Union Pacific employees allege widespread violations of the ADA and file class certification motion.
As alleged in the Plaintiffs’ Memorandum in Support of their Motion for Class Certification, (DKT # 241), since approximately 2010, Union Pacific, the nation’s largest railroad, has used a highly conservative approach to evaluating its employees for “fitness for duty.” This policy has resulted in hundreds of employees losing their livelihoods. Plaintiffs’ allege that Union Pacific’s policy is to remove employees from their jobs based on an arbitrary and scientifically-unsound “1% Rule” regarding the risk of “sudden incapacitation.” (See DKT 241.)
Under Union Pacific’s reportable health events policy, employees in “safety sensitive” positions – over 75% of the company’s employees – are required to disclose certain medical conditions, turn over their medical records, and submit to a fitness-for-duty evaluation. Plaintiffs allege that these “evaluations,” however, are not based on an individualized analysis of the employees’ job duties, work history, or other relevant factors. Instead, Union Pacific relies on broad, population-based risk assessments, routinely resulting in the imposition of standard work restrictions and the employee’s removal from work. Plaintiffs allege that this single policy—promulgated at the highest levels of the company and carried out uniformly by a small team of decision-makers—has led to widespread violations of the Americans with Disabilities Act (“ADA”), 42 U.S.C. § 12101 et seq. (See DKT 241.)

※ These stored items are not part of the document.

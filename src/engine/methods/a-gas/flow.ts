/* Bare arithmetic of gas and vapour flow through a nozzle: API 520-1 forms in both unit systems, and coherent SI. */
import { type System } from '../common/system';

/** The universal gas constant, J/(kmol·K) (CODATA 2018). */
export const GAS_CONSTANT = 8314.462618;

/** The printed constants of API 520-1: C = c·√(…), and the subcritical constant. Both from memory of the standard. */
export const GAS_FORMS: Record<System, { c: number; subcritical: number }> = {
  SI: { c: 0.03948, subcritical: 17.9 },
  US: { c: 520, subcritical: 1 / 735 },
};

/** A gas at relief, in the units of the chosen form. */
export type GasFlow = {
  W: number;
  T: number;
  Z: number;
  M: number;
  k: number;
  P1: number;
  P2: number;
  Kd: number;
  Kb: number;
  Kc: number;
};

/** base^exponent for base > 0: some times as fast as the operator, and as exact where the exponents are of order ten. */
function power(base: number, exponent: number): number {
  return Math.exp(exponent * Math.log(base));
}

/** √(k (2/(k+1))^((k+1)/(k−1))), with its limit √(1/e) at k = 1. k > 0. */
export function nozzleFunction(k: number): number {
  if (Math.abs(k - 1) < 1e-6) return Math.sqrt(Math.exp(-1));
  return Math.sqrt(k * power(2 / (k + 1), (k + 1) / (k - 1)));
}

/** The coefficient C of API 520-1 for an ideal-gas ratio of specific heats k, in the system's units. */
export function gasC(k: number, system: System): number {
  return GAS_FORMS[system].c * nozzleFunction(k);
}

/** The critical pressure ratio (2/(k+1))^(k/(k−1)), with its limit 1/√e at k = 1. */
export function criticalRatio(k: number): number {
  if (Math.abs(k - 1) < 1e-6) return Math.exp(-0.5);
  return power(2 / (k + 1), k / (k - 1));
}

/** The coefficient of subcritical flow F2 at r = P2/P1, 0 < r < 1. */
export function gasF2(k: number, r: number): number {
  if (Math.abs(k - 1) < 1e-6) return Math.sqrt((r ** 2 * -Math.log(r)) / (1 - r));
  const log = Math.log(r);
  // 1 − r^((k−1)/k) by expm1, which keeps its digits where k is near 1 or r near 1.
  const expansion = -Math.expm1(((k - 1) / k) * log);
  return Math.sqrt(((k / (k - 1)) * Math.exp((2 / k) * log) * expansion) / (1 - r));
}

/** Required effective area for critical flow, or for a balanced valve with its Kb (API 520-1), in mm² or in². */
export function criticalArea(f: GasFlow, system: System): number {
  const { W, T, Z, M, k, P1, Kd, Kb, Kc } = f;
  return (W / (gasC(k, system) * Kd * P1 * Kb * Kc)) * Math.sqrt((T * Z) / M);
}

/** Required effective area for subcritical flow through a conventional or pilot-operated valve, in mm² or in². */
export function subcriticalArea(f: GasFlow, system: System): number {
  const { W, T, Z, M, k, P1, P2, Kd, Kc } = f;
  const constant = GAS_FORMS[system].subcritical;
  return ((constant * W) / (gasF2(k, P2 / P1) * Kd * Kc)) * Math.sqrt((T * Z) / (M * P1 * (P1 - P2)));
}

/** The required effective area by the regime that P2 gives, and which regime it is. P2 < P1. */
export function gasArea(f: GasFlow, system: System): { regime: 'critical' | 'subcritical'; area: number } {
  const critical = f.P2 <= criticalRatio(f.k) * f.P1;
  return critical
    ? { regime: 'critical', area: criticalArea(f, system) }
    : { regime: 'subcritical', area: subcriticalArea(f, system) };
}

/** A gas in coherent SI: Pa absolute, K, kg/kmol. */
export type GasState = { P1: number; P2: number; T: number; Z: number; M: number; k: number };

/**
 * Theoretical mass flux of an ideal gas with constant Z and k through a frictionless nozzle, kg/(m²·s), and whether
 * it is choked. 0 when P2 ≥ P1. Source: isentropic nozzle, any textbook of gas dynamics.
 */
export function nozzleFlux({ P1, P2, T, Z, M, k }: GasState): { flux: number; choked: boolean } {
  if (P2 >= P1) return { flux: 0, choked: false };
  const scale = P1 * Math.sqrt(M / (Z * GAS_CONSTANT * T));
  const r = P2 / P1;
  if (r <= criticalRatio(k)) return { flux: scale * nozzleFunction(k), choked: true };
  return { flux: scale * gasF2(k, r) * Math.sqrt(2 * (1 - r)), choked: false };
}
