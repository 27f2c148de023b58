/* Bare factors of steam sizing: the high-pressure correction KN and the superheat correction KSH of both tables. */
import { interpolateTable, type Table } from '../../numeric';
import { type System } from '../common/system';
import { KSH_10E_ROWS, KSH_10E_TEMPERATURES } from './ksh-10e';
import { KSH_7E_ROWS, KSH_7E_TEMPERATURES } from './ksh-7e';

/** The two superheat tables, by the words of the reference topics. */
export const KSH_TABLES = ['API 520-1 10th edition', 'API 520-1 7th to 9th edition'] as const;

/** Which superheat table. */
export type KshTable = (typeof KSH_TABLES)[number];

/** Printed constants of the steam equation A = c·W/(P1·Kd·Kb·Kc·KN·KSH) and of KN; US and SI from memory of API 520-1. */
export const STEAM_FORMS = {
  SI: { c: 190.5, from: 10339, to: 22057, kn: [0.02764, 1000, 0.03324, 1061] },
  US: { c: 1 / 51.5, from: 1500, to: 3200, kn: [0.1906, 1000, 0.2292, 1061] },
} as const;

/** High-pressure correction KN at P1 in kPa or psi absolute: 1 up to 10 339 kPa (1 500 psia); undefined above 22 057 kPa. */
export function steamKN(P1: number, system: System): number | undefined {
  const { from, to, kn } = STEAM_FORMS[system];
  if (P1 <= from) return 1;
  if (P1 > to) return undefined;
  const [a, b, c, d] = kn;
  return (a * P1 - b) / (c * P1 - d);
}

function tableOf(columns: readonly number[], rows: readonly string[]): Table {
  const split = rows.map((row) => row.split(': '));
  return {
    columns,
    rows: split.map(([heading]) => Number(heading)),
    values: split.map(([, cells = '']) => cells.split(' ').map(Number)),
  };
}

const TABLE_7E = tableOf(KSH_7E_TEMPERATURES, KSH_7E_ROWS);
const TABLE_10E = tableOf(KSH_10E_TEMPERATURES, KSH_10E_ROWS);

/**
 * KSH of the 7th to 9th editions at a relieving pressure in psig and a temperature in °F, bilinear. 1 below 300 °F;
 * below the first row that row is taken. Undefined above 3 000 psig or 1 200 °F.
 */
export function ksh7(psig: number, degF: number): number | undefined {
  if (degF < 300) return 1;
  return interpolateTable(TABLE_7E, Math.max(psig, TABLE_7E.rows[0] ?? 0), degF);
}

/**
 * KSH of the 10th edition at a relieving pressure in kPa absolute and a temperature in °C, bilinear. 1 below 205 °C;
 * below the first row that row is taken. Undefined above 22 000 kPa or 625 °C.
 */
export function ksh10(kPa: number, degC: number): number | undefined {
  if (degC < 205) return 1;
  return interpolateTable(TABLE_10E, Math.max(kPa, TABLE_10E.rows[0] ?? 0), degC);
}

/** Required effective area for steam (Napier form of API 520-1), in mm² or in². */
export function steamArea(
  s: { W: number; P1: number; Kd: number; Kb: number; Kc: number; KN: number; KSH: number },
  system: System,
): number {
  return (STEAM_FORMS[system].c * s.W) / (s.P1 * s.Kd * s.Kb * s.Kc * s.KN * s.KSH);
}
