/* Method b.steam-KSH: the superheat correction by the tables of either edition. */
import { type Method } from '../../catalog/types';
import { type SheetBuilder, workSheet } from '../../sheet';
import { optional, output } from '../common/describe';
import { ksh10, ksh7 } from './factors';

/** Gives one edition's factor when its two inputs are there. */
function lookUp(
  sheet: SheetBuilder,
  tag: '7E' | '10E',
  units: { pressure: string; temperature: string },
  table: (pressure: number, temperature: number) => number | undefined,
): void {
  if (!sheet.has(`pressure_${tag}`) && !sheet.has(`temperature_${tag}`)) return;
  const pressure = sheet.number(`pressure_${tag}`, units.pressure, { min: 0 }, 'P');
  const temperature = sheet.number(`temperature_${tag}`, units.temperature, {}, 'T');
  const value = table(pressure, temperature);
  if (value === undefined)
    sheet.refuse(
      'OUTSIDE_TABLE',
      `pressure_${tag}`,
      'The superheat table does not reach this pressure and temperature; size the steam as a real gas.',
    );
  sheet.step(
    {
      key: `KSH_${tag}`,
      tex: 'K_{SH}',
      meaning: `superheat correction, ${tag} table`,
      value,
      unit: '-',
      clause: 'API 520-1, superheat correction table',
    },
    (v) => `\\text{table at } ${v(`pressure_${tag}`)},\\ ${v(`temperature_${tag}`)}`,
  );
  sheet.output(`KSH_${tag}`, value);
}

/** b.steam-KSH: superheat correction of both tables. */
export const STEAM_KSH: Method = {
  id: 'b.steam-KSH',
  version: 1,
  topic: 'b.steam-KSH',
  title: 'Superheat correction KSH',
  editions: ['API 520-1, 7th to 9th edition', 'API 520-1, 10th edition'],
  source: 'API Standard 520 Part I, superheat tables, as transcribed in the open library CalebBell/fluids',
  validity:
    '7th to 9th edition: up to 3 000 psig and 1 200 °F; 10th edition: up to 22 000 kPa absolute and 625 °C; bilinear between nodes.',
  inputs: [
    optional('pressure_7E', 'relieving pressure for the 7th to 9th edition table', 'pressure-gauge'),
    optional('temperature_7E', 'temperature for the 7th to 9th edition table', 'temperature'),
    optional('pressure_10E', 'relieving pressure for the 10th edition table', 'pressure-absolute'),
    optional('temperature_10E', 'temperature for the 10th edition table', 'temperature'),
  ],
  outputs: [
    output('KSH_7E', 'factor of the 7th to 9th editions', 'dimensionless'),
    output('KSH_10E', 'factor of the 10th edition', 'dimensionless'),
  ],
  work(inputs, edition) {
    return workSheet(this, inputs, edition, (sheet) => {
      lookUp(sheet, '7E', { pressure: 'psig', temperature: 'degF' }, ksh7);
      lookUp(sheet, '10E', { pressure: 'kPa_abs', temperature: 'degC' }, ksh10);
      if (Object.keys(sheet.outputs).length === 0)
        sheet.refuse(
          'INPUT_MISSING',
          'pressure_10E',
          'A pressure and a temperature for one of the two tables are missing.',
        );
    });
  },
};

On August 17, 2018, Plaintiffs will file their motion for class certification. They will ask the court to certify the case as a class action, allowing them to seek relief on behalf of thousands of Union Pacific workers who have been affected by this policy since September 18, 2014. (See DKT 241.)
Nichols Kaster, PLLP partner David E. Schlesinger stated, “Union Pacific’s ultra-conservative policy has caused hundreds of its employees to lose their livelihoods for no good reason. Many of these employees did their jobs without incident, with their medical conditions, for many years, but Union Pacific has now deemed them unfit for work because of a minuscule chance that they will have a sudden incapacitation event in the future. Through this case we hope to show that Union Pacific’s policy has led to widespread violations of the ADA and we hope to bring relief to our many clients who have been wronged by this policy.” (See DKT 241.)
Nichols Kaster, PLLP, and co-counsel, represent approximately 193 Union Pacific employees who were removed from their jobs and fall within the proposed class definition. The named plaintiffs in the case are Quinton Harris, John Baker, Geoffrey Miller, Norman Mount, Thomas Taylor, and Scott Zinn. The case is Harris et al. v. Union Pacific Railroad Company, Case No. 8:16cv381-JFB-SMB (D. Neb.)
Plaintiffs are represented by James H. Kaster, David E. Schlesinger, Robert L. Schug, Charles A. Delbridge, Neil D. Pederson and Laura A. Baures of Nichols Kaster, PLLP; Anthony S. Petru of Hildebrand Mcleod & Nelson; Nicholas D. Thompson of The Moody Law Firm; Corey L. Stull of Atwood, Holsten, Brown Deaver & Spier, P.C., L.L.O.